Core-Collapse Supernova Gravitational-Wave Search and Deep Learning Classification
This work addresses the challenge of accurately identifying gravitational-wave signals from supernovae amidst noise, which is crucial for astrophysicists, but it is incremental as it builds on existing machine learning methods in this domain.
The researchers tackled the problem of detecting and classifying gravitational waves from core-collapse supernovae using convolutional neural networks, achieving over 95% classification accuracy for both 1-D and 2-D CNN pipelines on simulated data with Virgo and Einstein Telescope sensitivities.
We describe a search and classification procedure for gravitational waves emitted by core-collapse supernova (CCSN) explosions, using a convolutional neural network (CNN) combined with an event trigger generator known as Wavelet Detection Filter (WDF).
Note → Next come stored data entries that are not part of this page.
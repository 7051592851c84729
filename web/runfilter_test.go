package web

import (
	"net/url"
	"testing"
	"time"

	"rolloff/sweep/event"
	"rolloff/sweep/plan"
	"rolloff/sweep/queue"
)

func TestRunFilter(t *testing.T) {
	list := []queue.Info{
		{ID: "a", Plan: &plan.Plan{Unit: "LD-0001", Batch: "B1"}},
		{ID: "b", Plan: &plan.Plan{Unit: "LD-0002", Batch: "B1"}},
		{ID: "c", Plan: &plan.Plan{Unit: "LD-0001", Batch: "B2"}},
		{ID: "d"}, // no plan known
	}
	for _, c := range []struct {
		query string
		want  string
	}{
		{"", "abcd"}, {"unit=LD-0001", "ac"}, {"batch=B1", "ab"}, {"unit=ld-0001&batch=b2", "c"}, {"unit=LD-9", ""},
	} {
		q, _ := url.ParseQuery(c.query)
		f, err := parseRunFilter(q)
		if err != nil {
			t.Fatalf("%q: %v", c.query, err)
		}
		got := ""
		for _, in := range f.filter(list) {
			got += in.ID
		}
		if got != c.want {
			t.Errorf("%q: got runs %q, want %q", c.query, got, c.want)
		}
	}
	for _, bad := range []string{"state=done", "unit=a&unit=b", "batch=" + string(make([]byte, 65))} {
		q, _ := url.ParseQuery(bad)
		if _, err := parseRunFilter(q); err == nil {
			t.Errorf("%q accepted", bad)
		}
	}
}

func TestRunListFilter(t *testing.T) {
	d := startDemo(t, demoOpts{})
	p := smallPlan("fixed")
	p["unit"], p["batch"] = "LD-0042", "proto-A"
	res, data := d.do("POST", "/api/runs", p)
	want(t, "submit", res, data, 201, "")
	id := decode[map[string]string](t, data)["id"]
	d.waitState(t, id, true, 40*time.Second, event.Done)
	for q, n := range map[string]int{"": 1, "?unit=LD-0042": 1, "?batch=proto-A&unit=LD-0042": 1, "?unit=LD-0043": 0} {
		res, data := d.do("GET", "/api/runs"+q, nil)
		want(t, "list "+q, res, data, 200, "")
		if runs := decode[struct{ Runs []map[string]any }](t, data).Runs; len(runs) != n {
			t.Errorf("%q: %d runs, want %d", q, len(runs), n)
		}
	}
	res, data = d.do("GET", "/api/runs?state=done", nil)
	want(t, "unknown filter", res, data, 400, "state")
	// The daemon serves the run's report.
	res, data = d.do("GET", "/api/runs/"+id+"/files/report.pdf", nil)
	if res.StatusCode != 200 || len(data) < 5 || string(data[:5]) != "%PDF-" {
		t.Errorf("report.pdf: %d %.20q", res.StatusCode, data)
	}
}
We employ both a 1-D CNN search using time series gravitational-wave data as input, and a 2-D CNN search with time-frequency representation of the data as input. To test the accuracies of our 1-D and 2-D CNN classification, we add CCSN waveforms from the most recent hydrodynamical simulations of neutrino-driven core-collapse to simulated Gaussian colored noise with the Virgo interferometer and the planned Einstein Telescope sensitivity curve. We find classification accuracies, for a single detector, of over 95% for both 1-D and 2-D CNN pipelines. For the first time in machine learning CCSN studies, we add short duration detector noise transients to our data to test the robustness of our method against false alarms created by detector noise artifacts. Further to this, we show that the CNN can distinguish between different types of CCSN waveform models.